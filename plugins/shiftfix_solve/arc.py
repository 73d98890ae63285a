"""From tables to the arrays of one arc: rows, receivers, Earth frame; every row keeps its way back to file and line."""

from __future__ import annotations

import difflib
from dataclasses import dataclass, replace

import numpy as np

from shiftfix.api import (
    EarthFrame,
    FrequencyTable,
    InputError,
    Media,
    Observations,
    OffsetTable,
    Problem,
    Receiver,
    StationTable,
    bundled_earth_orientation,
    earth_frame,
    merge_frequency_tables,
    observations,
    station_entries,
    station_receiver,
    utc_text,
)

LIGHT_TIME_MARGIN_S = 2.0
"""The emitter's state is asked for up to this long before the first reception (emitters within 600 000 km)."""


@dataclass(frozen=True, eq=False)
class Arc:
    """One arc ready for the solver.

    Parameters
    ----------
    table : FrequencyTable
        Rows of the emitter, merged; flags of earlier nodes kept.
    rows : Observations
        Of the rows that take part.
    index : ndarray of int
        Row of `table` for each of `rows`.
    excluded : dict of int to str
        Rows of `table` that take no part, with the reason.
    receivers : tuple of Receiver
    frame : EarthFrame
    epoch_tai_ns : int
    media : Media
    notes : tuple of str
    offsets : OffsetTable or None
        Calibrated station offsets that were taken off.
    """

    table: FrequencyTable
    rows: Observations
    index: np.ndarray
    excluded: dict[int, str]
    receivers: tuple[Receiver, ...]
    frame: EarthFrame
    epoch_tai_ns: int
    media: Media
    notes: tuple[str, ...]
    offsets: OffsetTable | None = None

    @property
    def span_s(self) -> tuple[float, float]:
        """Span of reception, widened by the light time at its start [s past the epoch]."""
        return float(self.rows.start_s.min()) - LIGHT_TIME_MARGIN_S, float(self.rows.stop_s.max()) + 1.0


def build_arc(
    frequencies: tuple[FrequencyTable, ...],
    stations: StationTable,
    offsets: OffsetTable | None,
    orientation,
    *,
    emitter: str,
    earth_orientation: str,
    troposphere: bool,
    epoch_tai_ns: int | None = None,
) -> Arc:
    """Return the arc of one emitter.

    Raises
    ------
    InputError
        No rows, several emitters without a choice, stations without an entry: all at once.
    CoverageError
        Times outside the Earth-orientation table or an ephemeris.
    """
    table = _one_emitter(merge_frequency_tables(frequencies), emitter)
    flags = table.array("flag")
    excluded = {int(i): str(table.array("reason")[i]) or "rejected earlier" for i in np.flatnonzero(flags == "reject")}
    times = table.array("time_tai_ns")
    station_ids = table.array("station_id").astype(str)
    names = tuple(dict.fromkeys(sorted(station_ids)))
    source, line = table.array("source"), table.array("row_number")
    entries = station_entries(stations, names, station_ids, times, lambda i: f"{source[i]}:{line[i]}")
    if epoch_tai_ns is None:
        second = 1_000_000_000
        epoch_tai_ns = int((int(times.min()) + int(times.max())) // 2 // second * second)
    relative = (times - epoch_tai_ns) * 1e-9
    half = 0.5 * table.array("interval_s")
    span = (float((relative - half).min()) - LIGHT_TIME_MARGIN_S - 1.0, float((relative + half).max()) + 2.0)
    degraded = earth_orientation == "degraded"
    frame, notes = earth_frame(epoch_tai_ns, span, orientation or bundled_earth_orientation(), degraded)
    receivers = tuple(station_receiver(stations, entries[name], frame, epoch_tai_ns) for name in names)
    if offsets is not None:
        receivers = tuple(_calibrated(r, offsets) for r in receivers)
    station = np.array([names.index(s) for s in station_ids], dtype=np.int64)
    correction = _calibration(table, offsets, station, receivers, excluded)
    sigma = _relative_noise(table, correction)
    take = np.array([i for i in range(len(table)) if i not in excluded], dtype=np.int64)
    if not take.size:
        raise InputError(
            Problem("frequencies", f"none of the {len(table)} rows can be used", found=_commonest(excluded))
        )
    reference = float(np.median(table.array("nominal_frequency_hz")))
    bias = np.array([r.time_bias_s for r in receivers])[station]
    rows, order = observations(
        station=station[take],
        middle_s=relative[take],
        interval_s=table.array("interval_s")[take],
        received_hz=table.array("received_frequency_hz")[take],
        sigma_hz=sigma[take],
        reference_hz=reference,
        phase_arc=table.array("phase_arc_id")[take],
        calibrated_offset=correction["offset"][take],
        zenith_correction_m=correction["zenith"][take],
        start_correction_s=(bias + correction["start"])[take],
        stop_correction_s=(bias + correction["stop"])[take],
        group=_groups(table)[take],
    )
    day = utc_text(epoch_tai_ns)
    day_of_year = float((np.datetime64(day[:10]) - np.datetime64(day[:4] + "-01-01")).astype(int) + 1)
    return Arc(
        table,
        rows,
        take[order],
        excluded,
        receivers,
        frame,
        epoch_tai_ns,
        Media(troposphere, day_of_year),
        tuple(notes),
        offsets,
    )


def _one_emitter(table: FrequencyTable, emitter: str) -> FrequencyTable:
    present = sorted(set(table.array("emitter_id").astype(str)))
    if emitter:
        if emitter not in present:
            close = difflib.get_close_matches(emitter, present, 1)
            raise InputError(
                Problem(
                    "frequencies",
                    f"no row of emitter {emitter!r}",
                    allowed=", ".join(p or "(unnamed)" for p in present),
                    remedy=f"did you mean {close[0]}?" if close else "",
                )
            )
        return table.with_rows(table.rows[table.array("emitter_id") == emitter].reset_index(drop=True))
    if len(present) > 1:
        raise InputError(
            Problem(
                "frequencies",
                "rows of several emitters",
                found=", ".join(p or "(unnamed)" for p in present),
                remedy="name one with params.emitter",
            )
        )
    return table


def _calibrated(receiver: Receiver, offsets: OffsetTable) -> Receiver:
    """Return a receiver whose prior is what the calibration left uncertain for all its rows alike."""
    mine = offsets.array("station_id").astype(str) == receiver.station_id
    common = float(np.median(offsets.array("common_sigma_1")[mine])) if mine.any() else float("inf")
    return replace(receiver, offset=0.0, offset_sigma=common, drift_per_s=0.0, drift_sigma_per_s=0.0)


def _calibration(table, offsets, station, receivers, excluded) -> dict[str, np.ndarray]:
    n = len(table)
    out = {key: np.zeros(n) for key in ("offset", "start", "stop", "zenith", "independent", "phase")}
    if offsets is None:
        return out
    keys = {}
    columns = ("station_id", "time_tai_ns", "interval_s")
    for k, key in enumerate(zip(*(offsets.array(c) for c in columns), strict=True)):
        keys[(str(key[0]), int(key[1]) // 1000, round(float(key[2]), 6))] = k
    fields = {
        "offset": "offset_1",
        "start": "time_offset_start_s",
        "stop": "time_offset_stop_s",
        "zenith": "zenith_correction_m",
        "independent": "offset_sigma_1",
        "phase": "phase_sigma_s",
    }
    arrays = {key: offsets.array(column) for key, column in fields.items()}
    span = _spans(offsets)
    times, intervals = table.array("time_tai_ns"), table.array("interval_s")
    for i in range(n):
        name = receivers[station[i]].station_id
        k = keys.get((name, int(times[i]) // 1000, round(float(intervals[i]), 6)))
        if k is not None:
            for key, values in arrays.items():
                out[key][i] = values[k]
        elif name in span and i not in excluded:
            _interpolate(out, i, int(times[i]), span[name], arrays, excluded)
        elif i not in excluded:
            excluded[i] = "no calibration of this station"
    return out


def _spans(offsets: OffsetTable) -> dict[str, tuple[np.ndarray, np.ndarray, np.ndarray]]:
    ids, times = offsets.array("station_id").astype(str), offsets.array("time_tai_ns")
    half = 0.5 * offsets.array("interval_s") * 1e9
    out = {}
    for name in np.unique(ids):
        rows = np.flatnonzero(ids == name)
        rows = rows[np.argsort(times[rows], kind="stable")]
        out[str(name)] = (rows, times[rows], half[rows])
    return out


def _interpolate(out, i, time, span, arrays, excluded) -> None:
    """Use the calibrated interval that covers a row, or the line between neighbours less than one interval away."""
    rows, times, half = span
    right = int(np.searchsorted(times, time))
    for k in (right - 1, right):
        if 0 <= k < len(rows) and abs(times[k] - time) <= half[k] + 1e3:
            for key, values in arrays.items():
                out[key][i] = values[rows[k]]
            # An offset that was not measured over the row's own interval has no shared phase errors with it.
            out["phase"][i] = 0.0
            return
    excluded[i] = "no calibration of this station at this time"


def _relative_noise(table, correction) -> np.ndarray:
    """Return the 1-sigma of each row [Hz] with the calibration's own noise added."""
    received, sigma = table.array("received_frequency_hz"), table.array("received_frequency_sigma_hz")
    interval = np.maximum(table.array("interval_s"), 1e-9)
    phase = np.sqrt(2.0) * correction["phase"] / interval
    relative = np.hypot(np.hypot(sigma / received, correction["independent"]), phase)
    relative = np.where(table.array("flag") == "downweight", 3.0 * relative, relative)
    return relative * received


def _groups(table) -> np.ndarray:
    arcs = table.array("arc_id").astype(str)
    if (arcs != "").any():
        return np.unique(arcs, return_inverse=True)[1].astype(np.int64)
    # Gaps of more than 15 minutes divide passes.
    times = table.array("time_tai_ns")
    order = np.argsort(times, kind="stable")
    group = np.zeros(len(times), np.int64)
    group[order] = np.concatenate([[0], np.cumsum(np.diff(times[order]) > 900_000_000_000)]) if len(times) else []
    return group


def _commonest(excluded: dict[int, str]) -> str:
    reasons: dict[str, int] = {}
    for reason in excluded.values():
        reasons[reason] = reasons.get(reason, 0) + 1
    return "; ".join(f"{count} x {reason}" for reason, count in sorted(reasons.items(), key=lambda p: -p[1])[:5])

::::

Start at the first line of the entries and stop at the line that contains "table : FrequencyTable". Repeat every line in that span exactly, and nothing beyond it.

Solution to this exercise:
filename plugins/shiftfix_solve/arc.py
repository 73d98890ae63285a
"""From tables to the arrays of one arc: rows, receivers, Earth frame; every row keeps its way back to file and line."""

from __future__ import annotations

import difflib
from dataclasses import dataclass, replace

import numpy as np

from shiftfix.api import (
    EarthFrame,
    FrequencyTable,
    InputError,
    Media,
    Observations,
    OffsetTable,
    Problem,
    Receiver,
    StationTable,
    bundled_earth_orientation,
    earth_frame,
    merge_frequency_tables,
    observations,
    station_entries,
    station_receiver,
    utc_text,
)

LIGHT_TIME_MARGIN_S = 2.0
"""The emitter's state is asked for up to this long before the first reception (emitters within 600 000 km)."""


@dataclass(frozen=True, eq=False)
class Arc:
    """One arc ready for the solver.

    Parameters
    ----------
    table : FrequencyTable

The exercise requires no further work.